I sometimes fantasize about the massive dream project I’d like to write for Marvel, going back over its history and tagging it to time periods. We open in the 1950s, with Charles Xavier and Erik Lensherr in their early 20s, bumming around the rebuilding of postwar Europe, sneaking across borders, drinking and getting into trouble, sitting up all night talking about the dreams they have for people like them, and the world they want to build.

The Richards Expedition fails in 1961, and the Fantastic Four appear. All those weird Cold War adventures, scientific combat against the evil Red brains with their battlesuits and mutated apes, those can live in their proper milieu. Today Reed is very old, but still sharp, retired to a life of research.

Tony Stark becomes Iron Man in 1965, when his role in Vietnam was still technically advisory. Rhodey was, in fact, an Air Force helicopter pilot he met on his way out of the jungle. Iron Man founds the Avengers shortly thereafter. Today, Tony is finishing his Howard Hughes analogy, a bearded recluse who still sometimes controls the Iron Man armor remotely.

Captain America returns in 1966, and the Avengers go from a novelty act to a powerhouse. His weird Vietnam excursions, his sense of betrayal at Nixon being the head of the Secret Empire (Oh, yeah, Nixon was the head of the Secret Empire again.), his defrocking by the Reagan administration under the manipulation of the Red Skull… those all happened as what they were: reflections of America’s changing roles and ideas. Today, Cap’s aging has long since coasted to a halt, and the Skull keeps returning from the grave in a new body, so the two of them continue fighting WWII into a new century, the last warriors standing.

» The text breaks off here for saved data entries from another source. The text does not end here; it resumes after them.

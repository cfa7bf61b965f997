/**
 * Messages that said too little or contradicted themselves (issue 7 item 14,
 * library side): overflow in the closed forms, range errors without the file,
 * a byte-order mark, rounding that made a value equal its limit, and the
 * candidates cap that the README and the validation stated differently.
 */
import { mkdtempSync, rmSync, writeFileSync } from "node:fs";
import { tmpdir } from "node:os";
import { join } from "node:path";
import { afterAll, describe, expect, it } from "vitest";
import { analyzeStage } from "../lib/bias/analyze.js";
import { parseDesign, parseDesignFile, readDesign } from "../lib/bias/design-file.js";
import { synthesize } from "../lib/bias/synthesis.js";
import { InfeasibleError, InputError } from "../lib/errors.js";
import { amperes, amperesPerVoltSquared, meters, volts } from "../lib/quantity.js";
import { Derivation } from "../lib/record/derivation.js";
import { renderText } from "../lib/record/render-text.js";
import { contrastDigits } from "../lib/units/format.js";
import { designShape } from "./support/design-shape.js";

// Invented card and stage (not a real process).
const card = { name: "msg-n (invented)", polarity: "nmos", kp: "200 uA/V^2", vt0: "0.5 V" };
const design = (over: Record<string, unknown> = {}) => ({
  topology: "four-resistor",
  device: { card, w: "10 um", l: "1 um" },
  components: { rg1: "1M", rg2: "1M", rd: "1k", rs: "1k" },
  supplies: { vdd: "5 V" },
  ...over,
});
const dir = mkdtempSync(join(tmpdir(), "pinchoff-messages-"));
afterAll(() => rmSync(dir, { recursive: true, force: true }));

describe("range errors name the file", () => {
  it("a negative resistor", () => {
    const bad = () => parseDesign(design({ components: { rg1: "1M", rg2: "1M", rd: "-1k", rs: "1k" } }), "amp.json");
    expect(bad).toThrow(InputError);
    expect(bad).toThrow(/^amp\.json: components\.rd: got -1000, expected a resistance ≥ 0 Ω/);
  });
  it("vss above vdd", () => {
    expect(() => parseDesign(design({ supplies: { vdd: "5 V", vss: "6 V" } }), "amp.json")).toThrow(/^amp\.json: supplies\.vss: got 6, expected a finite voltage below supplies\.vdd = 5 V/);
  });
  it("a negative power limit", () => {
    expect(() => parseDesign(design({ limits: { maxDevicePower: "-1 mW" } }), "amp.json")).toThrow(/^amp\.json: limits\.maxDevicePower: got -0\.001, expected a transistor power limit > 0 in W/);
  });
});

describe("a byte-order mark at the start of a design file is accepted", () => {
  it("reads the same stage with and without it", () => {
    const plain = join(dir, "plain.json");
    const marked = join(dir, "marked.json");
    writeFileSync(plain, JSON.stringify(design()));
    writeFileSync(marked, "\uFEFF" + JSON.stringify(design()));
    expect(readDesign(marked)).toEqual(readDesign(plain));
  });
});

describe("values near the largest double no longer break the closed forms", () => {
  it("a 1e308 Ω gate resistor solves (the divider no longer overflows) and a 1e308 Ω drain resistor solves to triode", () => {
    expect(analyzeStage(parseDesign(design({ components: { rg1: "1", rg2: 1e308, rd: "1k", rs: "1k" } }), "big.json")).nodes.gate).toBeCloseTo(5, 12);
    const a = analyzeStage(parseDesign(design({ components: { rg1: "1M", rg2: "1M", rd: 1e308, rs: "1k" } }), "big.json"));
    expect(a.region).toBe("triode");
    expect(a.nodes.drain).toBeLessThan(1e-9);
  });
  it("a device gain kp·W/L that overflows is refused by name, not turned into NaN roots", () => {
    expect(() => analyzeStage(parseDesign(design({ device: { card: { ...card, kp: 1e308 }, w: "10 um", l: "1 um" } }), "big.json"))).toThrow(/finite device gain k = kp·W\/L/);
  });
});

describe("a value and its limit never print alike when they differ", () => {
  it("contrastDigits adds digits until the two differ", () => {
    expect(contrastDigits(0.29999, 0.3)).toBe(5);
    expect(contrastDigits(0.25, 0.3)).toBe(3);
    expect(contrastDigits(0.3, 0.3)).toBe(3);
    expect(contrastDigits(2.0999999, 2.1, 4)).toBe(8);
  });
  it("a failed check's value and bound are told apart in the record", () => {
    const rec = new Derivation("t");
    rec.check("Saturation margin", 0.29999, "voltage", { min: 0.3 });
    const text = renderText(rec);
    const row = text.split("\n").find((l) => l.includes("Saturation margin"))!;
    expect(row).toMatch(/299\.99 mV/);
    expect(row).toMatch(/≥ 300\.00 mV/);
  });
  it("the synthesis triode message shows VDS and VOV with enough digits", () => {
    const bad = () =>
      synthesize(designShape({
        topology: "fixed-gate",
        card: { name: "msg-n", polarity: "nmos", kp: amperesPerVoltSquared(200e-6), vt0: volts(0.5) },
        supplies: { vdd: volts(5) },
        id: amperes(1e-3),
        sizing: { vov: volts(0.3), l: meters(1e-6) },
        drain: { vd: volts(0.29999) },
      }));
    expect(bad).toThrow(InfeasibleError);
    expect(bad).toThrow(/VDS = 0\.29999 V < VOV = 0\.3 V/);
  });
});

describe("the candidates cap: README and validation agree, and the reason is given", () => {
  it("candidates: 200 is refused as a whole number from 1 to 8, with the reason", () => {
    const spec = { topology: "four-resistor", device: { card }, supplies: { vdd: "9 V" }, specification: { id: "1 mA", sizing: { vov: "0.3 V", l: "1 um" }, candidates: 200 } };
    expect(() => parseDesignFile(spec, "d.json")).toThrow(/^d\.json: specification\.candidates: got 200, expected a whole number from 1 to 8: .*grow as candidates\^resistors/);
    expect(parseDesignFile({ ...spec, specification: { ...spec.specification, candidates: 8 } }, "d.json").kind).toBe("specification");
  });
});
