/**
 * The Jupyter Notebook UI (Debian jupyter-notebook, classic Notebook 6) in
 * headless Chromium: open a template, run all cells from the Cell menu, and see
 * its plots drawn inside the page, with outside network access refused. Then
 * re-run the first plot cell (which carries the plotting library) and see the
 * plots still drawn.
 */
import { execFileSync } from "node:child_process";
import { copyFileSync, mkdtempSync, rmSync, symlinkSync } from "node:fs";
import { tmpdir } from "node:os";
import { join, resolve } from "node:path";
import { afterAll, beforeAll, describe, expect, it } from "vitest";
import { openBrowser, startNotebookServer, type BrowserSession, type NotebookServer } from "./support/browser.js";

const root = resolve(import.meta.dirname, "..");
const name = "cs-four-resistor-nmos.ipynb";

let work: string;
let server: NotebookServer | undefined;
let browser: BrowserSession | undefined;

beforeAll(async () => {
  execFileSync(process.execPath, [join(root, "lib/setup/prepare.mjs"), "build", "kernel"], { cwd: root, stdio: "pipe" });
  work = mkdtempSync(join(tmpdir(), "pinchoff-notebook-ui-"));
  copyFileSync(join(root, "notebooks-templates", name), join(work, name));
  // The kernel resolves "pinchoff" from the notebook's folder, as in a user's project with pinchoff installed.
  symlinkSync(join(root, "node_modules"), join(work, "node_modules"), "dir");
  server = await startNotebookServer(work, join(root, ".kernel/share/jupyter"));
  browser = await openBrowser();
}, 300_000);

afterAll(async () => {
  await browser?.close();
  await server?.stop();
  if (work) rmSync(work, { recursive: true, force: true });
});

const drawn = () => browser!.page.$$eval(".output_area .pinchoff-plot-area[data-drawn]", (els) => els.filter((e) => e.querySelector(".main-svg .scatterlayer .trace path")).length);

describe("Jupyter Notebook UI", () => {
  it("runs a template's cells and shows its plots", async () => {
    const page = browser!.page;
    await page.goto(`${server!.url}/notebooks/${name}?token=${server!.token}`, { waitUntil: "load", timeout: 60_000 });
    await page.waitForSelector("#kernel_indicator_icon.kernel_idle_icon", { timeout: 90_000 });
    await page.click("#celllink");
    await page.click("#run_all_cells");
    // Plotly stacks several .main-svg layers per plot: count plot boxes that hold one.
    await page.waitForFunction(() => [...document.querySelectorAll(".output_area .pinchoff-plot-area[data-drawn]")].filter((e) => e.querySelector(".main-svg")).length >= 4, undefined, { timeout: 240_000 });
    // Wait until no cell is still queued or running (prompt "In [*]").
    await page.waitForFunction(
      () => [...document.querySelectorAll(".code_cell .input_prompt")].every((p) => !(p.textContent ?? "").includes("*")) && !!document.querySelector("#kernel_indicator_icon.kernel_idle_icon"),
      undefined,
      { timeout: 240_000 },
    );
    // The Bode plot of the frequency section, then the output, transfer and gm plots.
    expect(await drawn()).toBe(4);
    expect(await page.$$eval(".output_error, .output_stderr", (e) => e.map((x) => x.textContent))).toEqual([]);
    // The derivation and the summary table are there too.
    expect(await page.$$eval(".output_area table", (e) => e.length)).toBeGreaterThan(0);
    expect(await page.$$eval(".output_area .pinchoff-plot-note", (e) => e.filter((n) => (n as HTMLElement).style.display !== "none").length)).toBe(0);
    expect(browser!.refused).toEqual([]);
  }, 400_000);

  it("keeps the plots drawn when the cell carrying the library runs again", async () => {
    const page = browser!.page;
    const index = await page.evaluate(() => {
      const cells = (window as unknown as { Jupyter: { notebook: { get_cells(): Array<{ get_text(): string }> } } }).Jupyter.notebook.get_cells();
      return cells.findIndex((c) => c.get_text().includes('library: "always"'));
    });
    expect(index).toBeGreaterThan(0);
    await page.evaluate((i) => {
      const nb = (window as unknown as { Jupyter: { notebook: { execute_cells(ix: number[]): void } } }).Jupyter.notebook;
      nb.execute_cells([i]);
    }, index);
    await page.waitForFunction((i) => {
      const cell = document.querySelectorAll(".cell")[i];
      return !!cell && !(cell.querySelector(".input_prompt")?.textContent ?? "").includes("*") && [...cell.querySelectorAll(".pinchoff-plot-area[data-drawn]")].filter((e) => e.querySelector(".main-svg")).length === 1;
    }, index, { timeout: 120_000 });
    // The library rides in the Bode plot's cell (the notebook's first plot); re-running it keeps all four drawn.
    expect(await drawn()).toBe(4);
    const carriers = await page.$$eval("script[data-pinchoff-plot-library]", (e) => e.length);
    expect(carriers).toBeGreaterThanOrEqual(1);
  }, 200_000);
});
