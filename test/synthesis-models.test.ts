/**
 * Synthesis with fitted cards: every topology designed with an EKV or a
 * square-law-mobility card (and a card set by L) meets its specified drain
 * current when the chosen stage is re-analysed with the same card, the device
 * step is the model's own (checked independently by evaluating the model at the
 * designed bias), the record shows the model's equations and re-evaluates with
 * units, and the EKV card in its square-law limit gives the square law's design.
 * Cards and specifications are invented for the tests.
 */
import { describe, expect, it } from "vitest";
import { analyzeStage } from "../lib/bias/analyze.js";
import { parseDesignFile } from "../lib/bias/design-file.js";
import { designOf } from "../lib/cli/op.js";
import { netlistSynthesisTopologies, synthesize, synthesisTopologies as allTopologies, type SynthesisResult } from "../lib/bias/synthesis.js";
import { cardAt, type CardSet } from "../lib/device/card-set.js";
import { device, type DeviceCard } from "../lib/device/card.js";
import { drainCurrent } from "../lib/device/drain-current.js";
import { thermalVoltage, type Kelvin, type Meters } from "../lib/quantity.js";
import { Derivation, type FormulaStep } from "../lib/record/derivation.js";
import { designShape } from "./support/design-shape.js";
import { ekvStrongInversionCurrent } from "./support/ekv-limit.js";
import { expectReevaluates } from "./support/reevaluate.js";

// The single-transistor designers; the netlist stages' designers take fitted cards in test/synthesis-pairs.test.ts.
const synthesisTopologies = allTopologies.filter((t) => !netlistSynthesisTopologies.includes(t));

const base = { name: "invented-n", polarity: "nmos", kp: 150e-6, vt0: 0.6, lambda: 0.04, gamma: 0.45, phi: 0.7 };
const cards = {
  ekv: { ...base, model: "ekv", theta: 0.2, thetaB: 0.05, ecrit: 4e6, sigma: 0.01 },
  "square-law-mobility": { ...base, model: "square-law-mobility", theta: 0.2, ecrit: 4e6 },
} as unknown as Record<string, DeviceCard>;
const flip = (c: DeviceCard): DeviceCard => ({ ...c, name: `${c.name}-flipped`, polarity: c.polarity === "nmos" ? "pmos" : "nmos", vt0: -c.vt0 as never });

/** One specification per topology with synthesis; `pmos` mirrors the supplies' sense through the card only. */
function specs(card: DeviceCard, sizing: object, series: "exact" | "E24"): Record<string, object> {
  const common = { supplies: { vdd: 5 }, id: 2e-4, sizing, series };
  return {
    "fixed-gate": { ...common, topology: "fixed-gate", card, drain: { gain: 5 } },
    "four-resistor": { ...common, topology: "four-resistor", card, body: "rail" },
    "drain-feedback": { ...common, topology: "drain-feedback", card, feedback: { rin: 200e3 } },
    "source-follower": { ...common, topology: "source-follower", card, body: "rail" },
    "current-source-bias": { ...common, topology: "current-source-bias", card, supplies: { vdd: 5, vss: -5 } },
    "current-mirror": { ...common, topology: "current-mirror", card, ratio: 2 },
    "diode-load": { ...common, topology: "diode-load", card, load: { card: flip(card), l: 1e-6 }, output: { gain: 3 } },
  };
}

/** The model's current at the analysed node voltages of the chosen stage: an independent look at what it carries. */
function modelCurrentAtNodes(r: SynthesisResult): number {
  const st = r.stage;
  const n = r.analysis.nodes;
  const dev = device(st.device.card, st.device.w, st.device.l);
  return Math.abs(drainCurrent(dev, n.gate - n.source, n.drain - n.source, n.source - n.body));
}

describe("every synthesis topology with a fitted model", () => {
  it("covers the seven single-transistor topologies with synthesis", () => {
    expect(Object.keys(specs(cards.ekv!, {}, "exact")).sort()).toEqual([...synthesisTopologies].sort());
  });
  for (const [model, card] of Object.entries(cards))
    for (const [sizingName, sizing] of [
      ["overdrive stated", { vov: 0.3, l: 1e-6 }],
      ["width stated", { w: 40e-6, l: 1e-6 }],
    ] as const)
      for (const topology of synthesisTopologies)
        it(`${topology}, ${model}, ${sizingName}: the exact design re-analysed with the card meets ID within 1e-9, the E24 design within 5 %, NMOS and PMOS`, () => {
          for (const c of [card, flip(card)]) {
            const exact = synthesize(designShape(specs(c, sizing, "exact")[topology]!));
            expect(exact.analysis.op.model).toBe(model);
            expect(exact.analysis.region).toBe("saturation");
            expect(Math.abs(exact.deviation.id.relative)).toBeLessThan(1e-9);
            // Independently of the solver's report: re-analyse the chosen stage, and evaluate the model at its nodes.
            const again = analyzeStage(exact.stage);
            expect(Math.abs(again.currents.drainMagnitude! - 2e-4) / 2e-4).toBeLessThan(1e-9);
            expect(Math.abs(modelCurrentAtNodes(exact) - 2e-4) / 2e-4).toBeLessThan(1e-8);
            const e24 = synthesize(designShape(specs(c, sizing, "E24")[topology]!));
            expect(Math.abs(e24.deviation.id.relative)).toBeLessThan(0.05);
          }
        });
});

describe("the device step is the model's", () => {
  it("the designed gate drive carries ID in the EKV model at the designed VDS (width stated: numeric inversion)", () => {
    const r = synthesize(designShape({ ...specs(cards.ekv!, { w: 40e-6, l: 1e-6 }, "exact")["fixed-gate"]!, drain: { vd: 3 } }));
    const dev = device(cards.ekv!, 40e-6 as Meters, 1e-6 as Meters);
    expect(drainCurrent(dev, r.ideal.vg - r.ideal.vs, r.ideal.vd - r.ideal.vs, 0) / 2e-4 - 1).toBeCloseTo(0, 9);
    expect(r.ideal.w).toBeCloseTo(40e-6, 18);
  });
  it("overdrive stated: VGS = Vt + VOV with the model's threshold, and the width carries ID there", () => {
    const r = synthesize(designShape({ ...specs(cards.ekv!, { vov: 0.3, l: 1e-6 }, "exact")["fixed-gate"]!, drain: { vd: 3 } }));
    expect(r.ideal.vov).toBeCloseTo(0.3, 12);
    const dev = device(cards.ekv!, r.ideal.w, 1e-6 as Meters);
    expect(drainCurrent(dev, r.ideal.vg, r.ideal.vd, 0) / 2e-4 - 1).toBeCloseTo(0, 9);
  });
  it("records the EKV equations (not the square law's sizing) and re-evaluates with units", () => {
    for (const topology of ["four-resistor", "current-mirror", "diode-load"]) {
      const rec = new Derivation(`EKV ${topology}` as never);
      synthesize(designShape(specs(cards.ekv!, { vov: 0.3, l: 1e-6 }, "E24")[topology]!), rec);
      const ids = rec.steps.filter((s): s is FormulaStep => s.kind === "formula").map((s) => s.formula);
      expect(ids).toContain("ekvDrainCurrent");
      expect(ids).not.toContain("aspectRatioForCurrent");
      expect(ids).not.toContain("overdriveForCurrent");
      expectReevaluates(rec);
    }
  });
  it("the EKV card with γ = θ = σ = λ = 0 and no velocity saturation designs the square law's W scaled by its strong-inversion limit, VOV²/((VOV − UT·(ln q − 1))² − UT²) (charge-based EKV)", () => {
    const sq = { name: "invented-n", polarity: "nmos", kp: 150e-6, vt0: 0.6 } as unknown as DeviceCard;
    const ek = { ...sq, model: "ekv", gamma: 0, theta: 0, ecrit: 1e12, sigma: 0 } as unknown as DeviceCard;
    for (const topology of ["fixed-gate", "current-mirror", "diode-load"]) {
      const at = (c: DeviceCard) => synthesize(designShape({ ...specs(c, { vov: 0.8, l: 1e-6 }, "exact")[topology]!, ...(topology === "fixed-gate" ? { drain: { vd: 3 } } : {}), ...(topology === "diode-load" ? { output: { vout: 2.5 } } : {}) }));
      const a = at(sq);
      const b = at(ek);
      const vov = 0.8;
      expect(b.ideal.w / a.ideal.w / ((150e-6 / 2) * vov * vov / ekvStrongInversionCurrent(150e-6, vov, thermalVoltage(300.15 as Kelvin))) - 1).toBeCloseTo(0, 4);
      expect(b.ideal.vg - a.ideal.vg).toBeCloseTo(0, 4);
    }
  });
});

describe("a card set by L", () => {
  const set: CardSet = {
    kind: "card-set",
    name: "invented-set",
    polarity: "nmos",
    entries: [
      { l: 0.5e-6 as Meters, card: { ...cards.ekv!, name: "invented at 0.5 um", vt0: 0.55 as never, lambda: 0.08 as never } },
      { l: 2e-6 as Meters, card: { ...cards.ekv!, name: "invented at 2 um", vt0: 0.62 as never, lambda: 0.02 as never } },
    ],
  };
  it("designs with the card at the stated L and meets ID when re-analysed with it", () => {
    const rec = new Derivation("card set" as never);
    const spec = { ...specs(set as unknown as DeviceCard, { vov: 0.3, l: 1e-6 }, "exact")["four-resistor"]! };
    const r = synthesize(designShape(spec), rec);
    const want = cardAt(set, 1e-6 as Meters);
    expect(r.stage.device.card).toEqual(want);
    expect(Math.abs(analyzeStage(r.stage).currents.drainMagnitude! - 2e-4) / 2e-4).toBeLessThan(1e-9);
    expect(rec.toJSON().steps.some((s) => s.kind === "note" && /card set/i.test(JSON.stringify(s)))).toBe(true);
  });
  it("design files take the set too: an analysis gets the card at the device's L, a specification at sizing.l", () => {
    const an = parseDesignFile({ topology: "fixed-gate", device: { card: set, w: "20 um", l: "1 um" }, components: { vg: "1.2 V", rd: "5k" }, supplies: { vdd: "3.3 V" } }, "set.json");
    if (an.kind !== "analysis") throw new Error("expected an analysis");
    expect(an.stage.device.card).toEqual(cardAt(set, 1e-6 as Meters));
    const sp = parseDesignFile({ topology: "fixed-gate", device: { card: set }, specification: { id: "100 uA", sizing: { vov: "0.3 V", l: "1 um" }, series: "exact" }, supplies: { vdd: "3.3 V" } }, "set-spec.json");
    if (sp.kind !== "specification") throw new Error("expected a specification");
    const r = designOf(sp).design;
    expect(r.stage.device.card).toEqual(cardAt(set, 1e-6 as Meters));
    expect(Math.abs(r.deviation.id.relative)).toBeLessThan(1e-9);
    expect(() => parseDesignFile({ topology: "fixed-gate", device: { card: { ...set, entries: [] }, w: "20 um", l: "1 um" }, components: { vg: "1.2 V", rd: "5k" }, supplies: { vdd: "3.3 V" } }, "bad.json")).toThrow(/bad\.json: device\.card\.entries/);
  });
  it("refuses a length outside the set, naming it", () => {
    const spec = specs(set as unknown as DeviceCard, { vov: 0.3, l: 5e-6 }, "exact")["four-resistor"]!;
    expect(() => synthesize(designShape(spec))).toThrow(/fitted range/);
  });
});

Peter Parker became Spider-Man toward the end of the 1960s, and was a reflection of the youth culture of the time, having crazy adventures all through the 70s, though things took a bit of a darker turn during the 80s, leading to an increased sense of maturity that led him to finally marry Mary Jane Watson. Today he’s comfortably middle-aged, proud father of Spider-Girl, and still phenomenally strong and fast for his age.

The Kingpin is today regarded with nostalgia, the ultimate example of how New York organized crime used to be this giant, outsized, flamboyant thing with a purple ascot and a diamond-headed cane. When Daredevil finally took him down for good in 1985, it was regarded as the end of an era.

The New Warriors were a short-lived, idealistic explosion of early-1990s youthful exuberance. They got a lot done before falling apart, and are fondly remembered today, kinda like In Living Color and Nirvana.

Bottom line: stories are stronger in their proper historical context. Am I the only one that makes sense to?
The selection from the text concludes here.